*** Block opens ***
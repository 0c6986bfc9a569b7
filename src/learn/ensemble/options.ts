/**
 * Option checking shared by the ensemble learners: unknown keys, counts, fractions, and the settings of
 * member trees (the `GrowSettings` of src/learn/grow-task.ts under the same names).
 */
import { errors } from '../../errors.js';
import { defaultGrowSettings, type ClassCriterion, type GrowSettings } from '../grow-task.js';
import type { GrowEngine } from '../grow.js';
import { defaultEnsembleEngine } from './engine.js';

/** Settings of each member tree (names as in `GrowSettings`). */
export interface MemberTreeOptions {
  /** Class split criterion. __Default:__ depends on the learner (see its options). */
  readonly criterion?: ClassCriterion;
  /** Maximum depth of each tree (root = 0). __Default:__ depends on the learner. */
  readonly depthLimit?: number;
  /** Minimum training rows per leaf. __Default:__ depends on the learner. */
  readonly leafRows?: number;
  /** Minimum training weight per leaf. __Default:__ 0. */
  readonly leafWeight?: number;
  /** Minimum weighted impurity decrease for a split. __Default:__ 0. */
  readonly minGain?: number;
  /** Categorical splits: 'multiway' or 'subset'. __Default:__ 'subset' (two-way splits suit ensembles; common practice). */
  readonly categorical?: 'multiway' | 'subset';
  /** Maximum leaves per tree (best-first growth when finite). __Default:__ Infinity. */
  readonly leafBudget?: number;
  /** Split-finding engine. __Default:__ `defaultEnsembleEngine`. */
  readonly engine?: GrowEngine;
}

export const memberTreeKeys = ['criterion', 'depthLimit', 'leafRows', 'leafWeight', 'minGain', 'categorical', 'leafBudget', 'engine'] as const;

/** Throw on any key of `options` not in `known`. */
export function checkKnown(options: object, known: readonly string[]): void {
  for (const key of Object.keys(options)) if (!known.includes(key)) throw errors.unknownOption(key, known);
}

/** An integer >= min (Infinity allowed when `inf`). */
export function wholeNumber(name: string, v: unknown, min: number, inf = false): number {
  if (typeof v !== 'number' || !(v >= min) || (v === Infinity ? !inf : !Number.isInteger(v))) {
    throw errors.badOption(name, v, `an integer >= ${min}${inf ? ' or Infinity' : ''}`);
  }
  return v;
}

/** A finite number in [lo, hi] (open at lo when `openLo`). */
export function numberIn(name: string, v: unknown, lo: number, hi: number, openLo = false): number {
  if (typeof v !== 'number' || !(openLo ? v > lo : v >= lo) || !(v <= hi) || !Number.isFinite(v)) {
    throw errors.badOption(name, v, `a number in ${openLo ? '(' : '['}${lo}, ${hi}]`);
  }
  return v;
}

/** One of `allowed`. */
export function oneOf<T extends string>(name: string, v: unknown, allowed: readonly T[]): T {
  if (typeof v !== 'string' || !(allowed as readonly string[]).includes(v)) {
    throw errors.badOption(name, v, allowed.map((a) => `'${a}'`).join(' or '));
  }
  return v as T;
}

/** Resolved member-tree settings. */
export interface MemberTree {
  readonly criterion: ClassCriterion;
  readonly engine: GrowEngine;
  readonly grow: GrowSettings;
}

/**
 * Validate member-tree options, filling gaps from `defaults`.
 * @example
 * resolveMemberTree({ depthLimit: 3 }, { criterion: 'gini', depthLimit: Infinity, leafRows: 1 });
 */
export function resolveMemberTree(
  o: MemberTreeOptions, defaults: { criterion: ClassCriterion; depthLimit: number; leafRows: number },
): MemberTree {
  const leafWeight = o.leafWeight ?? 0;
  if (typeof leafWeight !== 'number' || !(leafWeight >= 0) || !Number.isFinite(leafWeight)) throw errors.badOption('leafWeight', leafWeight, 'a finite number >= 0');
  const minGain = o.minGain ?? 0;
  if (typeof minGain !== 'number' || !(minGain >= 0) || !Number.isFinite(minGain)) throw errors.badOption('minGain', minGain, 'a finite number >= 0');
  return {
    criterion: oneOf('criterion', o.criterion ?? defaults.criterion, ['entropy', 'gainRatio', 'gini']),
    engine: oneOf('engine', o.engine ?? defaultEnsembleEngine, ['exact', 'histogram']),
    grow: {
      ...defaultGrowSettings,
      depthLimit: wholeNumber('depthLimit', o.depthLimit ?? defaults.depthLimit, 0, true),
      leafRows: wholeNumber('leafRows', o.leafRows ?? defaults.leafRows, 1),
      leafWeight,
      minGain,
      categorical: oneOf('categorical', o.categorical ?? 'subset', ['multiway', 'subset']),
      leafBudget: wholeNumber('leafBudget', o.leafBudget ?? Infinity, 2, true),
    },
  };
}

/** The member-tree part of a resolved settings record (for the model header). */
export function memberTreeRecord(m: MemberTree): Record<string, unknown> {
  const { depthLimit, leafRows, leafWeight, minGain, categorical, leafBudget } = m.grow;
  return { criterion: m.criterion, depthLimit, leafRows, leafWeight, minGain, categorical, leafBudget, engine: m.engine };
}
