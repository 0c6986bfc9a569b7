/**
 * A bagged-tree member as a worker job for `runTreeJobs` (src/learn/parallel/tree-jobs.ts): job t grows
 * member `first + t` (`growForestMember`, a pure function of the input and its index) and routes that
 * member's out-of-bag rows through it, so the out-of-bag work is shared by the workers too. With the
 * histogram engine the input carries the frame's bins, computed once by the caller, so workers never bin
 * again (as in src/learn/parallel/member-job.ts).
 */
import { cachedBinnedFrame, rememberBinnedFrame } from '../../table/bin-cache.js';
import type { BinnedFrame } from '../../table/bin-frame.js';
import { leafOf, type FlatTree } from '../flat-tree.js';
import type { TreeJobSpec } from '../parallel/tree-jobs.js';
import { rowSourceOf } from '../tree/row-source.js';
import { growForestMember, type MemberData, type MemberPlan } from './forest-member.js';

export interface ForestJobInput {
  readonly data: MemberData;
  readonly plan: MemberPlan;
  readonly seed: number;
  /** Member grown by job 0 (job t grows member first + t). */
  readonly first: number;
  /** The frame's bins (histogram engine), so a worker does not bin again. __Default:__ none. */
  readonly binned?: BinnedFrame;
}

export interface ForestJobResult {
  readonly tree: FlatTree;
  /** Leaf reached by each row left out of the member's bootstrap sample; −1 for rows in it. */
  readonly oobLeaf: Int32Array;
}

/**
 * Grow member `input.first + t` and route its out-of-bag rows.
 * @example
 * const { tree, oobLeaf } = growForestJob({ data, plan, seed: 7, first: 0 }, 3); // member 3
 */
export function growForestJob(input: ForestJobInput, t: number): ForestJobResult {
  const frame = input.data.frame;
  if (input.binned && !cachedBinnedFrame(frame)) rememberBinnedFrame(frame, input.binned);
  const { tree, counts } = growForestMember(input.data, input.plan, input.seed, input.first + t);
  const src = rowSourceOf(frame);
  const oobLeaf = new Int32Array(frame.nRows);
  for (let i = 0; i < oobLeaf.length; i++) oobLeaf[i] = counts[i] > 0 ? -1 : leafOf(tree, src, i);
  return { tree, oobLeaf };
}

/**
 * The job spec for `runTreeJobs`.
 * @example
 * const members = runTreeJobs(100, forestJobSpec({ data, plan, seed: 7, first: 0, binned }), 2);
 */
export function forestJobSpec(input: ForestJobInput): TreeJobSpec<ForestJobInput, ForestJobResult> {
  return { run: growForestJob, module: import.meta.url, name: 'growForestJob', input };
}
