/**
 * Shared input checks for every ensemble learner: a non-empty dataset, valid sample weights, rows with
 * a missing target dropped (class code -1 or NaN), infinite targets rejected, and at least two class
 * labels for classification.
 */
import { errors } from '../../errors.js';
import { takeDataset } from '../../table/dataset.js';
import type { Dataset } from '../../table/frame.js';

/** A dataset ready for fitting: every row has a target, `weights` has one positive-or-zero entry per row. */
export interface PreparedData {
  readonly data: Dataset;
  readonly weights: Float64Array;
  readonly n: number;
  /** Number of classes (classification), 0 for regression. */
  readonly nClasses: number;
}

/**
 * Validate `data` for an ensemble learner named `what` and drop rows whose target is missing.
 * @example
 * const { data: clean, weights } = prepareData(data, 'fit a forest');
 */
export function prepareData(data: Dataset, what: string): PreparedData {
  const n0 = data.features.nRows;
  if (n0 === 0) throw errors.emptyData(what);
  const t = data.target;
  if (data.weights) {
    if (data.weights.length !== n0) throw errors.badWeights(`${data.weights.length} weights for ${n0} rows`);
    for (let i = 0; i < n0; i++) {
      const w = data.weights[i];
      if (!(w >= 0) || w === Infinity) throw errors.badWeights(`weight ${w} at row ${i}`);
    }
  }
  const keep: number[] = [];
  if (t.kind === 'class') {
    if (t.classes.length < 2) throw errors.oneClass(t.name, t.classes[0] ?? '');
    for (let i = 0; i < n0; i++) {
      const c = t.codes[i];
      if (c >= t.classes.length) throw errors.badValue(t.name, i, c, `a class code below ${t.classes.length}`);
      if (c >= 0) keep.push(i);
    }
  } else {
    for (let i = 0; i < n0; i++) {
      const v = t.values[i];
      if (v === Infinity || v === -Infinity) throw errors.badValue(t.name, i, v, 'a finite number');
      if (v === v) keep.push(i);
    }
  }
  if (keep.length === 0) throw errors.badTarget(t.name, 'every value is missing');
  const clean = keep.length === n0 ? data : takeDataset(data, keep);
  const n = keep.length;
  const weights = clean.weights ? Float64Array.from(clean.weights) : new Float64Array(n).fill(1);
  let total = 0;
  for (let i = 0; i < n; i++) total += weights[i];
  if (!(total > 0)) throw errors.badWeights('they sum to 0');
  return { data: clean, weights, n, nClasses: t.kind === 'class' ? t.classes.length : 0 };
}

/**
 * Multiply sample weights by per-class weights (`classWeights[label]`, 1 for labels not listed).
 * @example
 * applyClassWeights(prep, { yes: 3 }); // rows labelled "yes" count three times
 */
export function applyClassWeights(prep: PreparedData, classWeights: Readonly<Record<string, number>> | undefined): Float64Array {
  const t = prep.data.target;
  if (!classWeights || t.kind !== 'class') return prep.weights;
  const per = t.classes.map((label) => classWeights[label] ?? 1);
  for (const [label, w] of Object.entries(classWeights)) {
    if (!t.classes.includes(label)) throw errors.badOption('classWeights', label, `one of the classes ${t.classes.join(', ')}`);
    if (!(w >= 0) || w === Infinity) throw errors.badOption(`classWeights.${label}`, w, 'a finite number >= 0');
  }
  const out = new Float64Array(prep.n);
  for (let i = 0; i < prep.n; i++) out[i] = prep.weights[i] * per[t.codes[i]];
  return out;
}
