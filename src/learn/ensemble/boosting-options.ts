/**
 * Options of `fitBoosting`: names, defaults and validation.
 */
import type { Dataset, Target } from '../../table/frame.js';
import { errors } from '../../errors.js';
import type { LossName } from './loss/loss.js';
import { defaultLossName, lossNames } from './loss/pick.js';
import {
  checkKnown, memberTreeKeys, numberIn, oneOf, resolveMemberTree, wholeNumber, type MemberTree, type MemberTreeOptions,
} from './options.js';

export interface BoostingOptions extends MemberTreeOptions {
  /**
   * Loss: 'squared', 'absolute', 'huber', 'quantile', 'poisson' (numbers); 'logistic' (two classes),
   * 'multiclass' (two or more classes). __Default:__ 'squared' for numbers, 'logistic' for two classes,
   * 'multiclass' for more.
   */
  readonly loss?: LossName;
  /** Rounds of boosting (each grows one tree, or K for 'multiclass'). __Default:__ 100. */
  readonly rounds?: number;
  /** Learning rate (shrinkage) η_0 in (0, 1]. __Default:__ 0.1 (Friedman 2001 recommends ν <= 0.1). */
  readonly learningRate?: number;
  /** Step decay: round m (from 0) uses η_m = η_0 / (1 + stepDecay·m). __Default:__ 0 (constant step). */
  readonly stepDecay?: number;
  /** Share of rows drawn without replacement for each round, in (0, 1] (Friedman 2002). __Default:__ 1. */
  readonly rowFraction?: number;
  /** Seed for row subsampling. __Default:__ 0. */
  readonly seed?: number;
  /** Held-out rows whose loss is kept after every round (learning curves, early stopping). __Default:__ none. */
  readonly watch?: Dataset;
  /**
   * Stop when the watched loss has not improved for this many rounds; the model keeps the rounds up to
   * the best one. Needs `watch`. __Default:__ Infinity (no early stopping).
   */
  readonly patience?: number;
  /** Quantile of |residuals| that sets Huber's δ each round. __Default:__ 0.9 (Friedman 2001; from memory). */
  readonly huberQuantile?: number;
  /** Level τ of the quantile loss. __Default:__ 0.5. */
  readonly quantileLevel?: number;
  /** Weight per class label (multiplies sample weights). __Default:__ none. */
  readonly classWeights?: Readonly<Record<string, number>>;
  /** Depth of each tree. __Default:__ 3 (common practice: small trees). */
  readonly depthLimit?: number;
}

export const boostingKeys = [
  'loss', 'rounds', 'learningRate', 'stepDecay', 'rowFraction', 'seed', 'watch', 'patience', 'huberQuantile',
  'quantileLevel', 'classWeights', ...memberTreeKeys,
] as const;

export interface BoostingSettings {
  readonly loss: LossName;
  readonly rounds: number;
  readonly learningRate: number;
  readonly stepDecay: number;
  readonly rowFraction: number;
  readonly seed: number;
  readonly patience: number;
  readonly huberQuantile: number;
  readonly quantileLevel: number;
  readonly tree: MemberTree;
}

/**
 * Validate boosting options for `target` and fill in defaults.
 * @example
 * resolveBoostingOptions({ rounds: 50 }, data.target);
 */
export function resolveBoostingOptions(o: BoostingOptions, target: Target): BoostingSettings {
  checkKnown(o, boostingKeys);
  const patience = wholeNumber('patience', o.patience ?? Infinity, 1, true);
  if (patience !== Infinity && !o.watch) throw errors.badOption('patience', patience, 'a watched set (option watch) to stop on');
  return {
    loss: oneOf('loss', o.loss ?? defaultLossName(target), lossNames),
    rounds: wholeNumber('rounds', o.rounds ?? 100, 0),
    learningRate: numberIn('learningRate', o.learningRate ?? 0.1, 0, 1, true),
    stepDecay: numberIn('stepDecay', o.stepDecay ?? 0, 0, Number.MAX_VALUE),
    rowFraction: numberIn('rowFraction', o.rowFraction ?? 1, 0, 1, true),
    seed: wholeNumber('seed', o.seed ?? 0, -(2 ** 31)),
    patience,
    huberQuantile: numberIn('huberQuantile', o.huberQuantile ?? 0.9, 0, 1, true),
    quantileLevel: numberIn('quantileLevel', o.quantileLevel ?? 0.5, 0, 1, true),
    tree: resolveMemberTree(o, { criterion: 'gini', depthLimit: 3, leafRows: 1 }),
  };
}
*** Block closes ***
TASK STATEMENT:
Please find every line in the records above that holds the word "training" and copy it.

ANSWER BOX:
  /** Minimum training rows per leaf. __Default:__ depends on the learner. */
  /** Minimum training weight per leaf. __Default:__ 0. */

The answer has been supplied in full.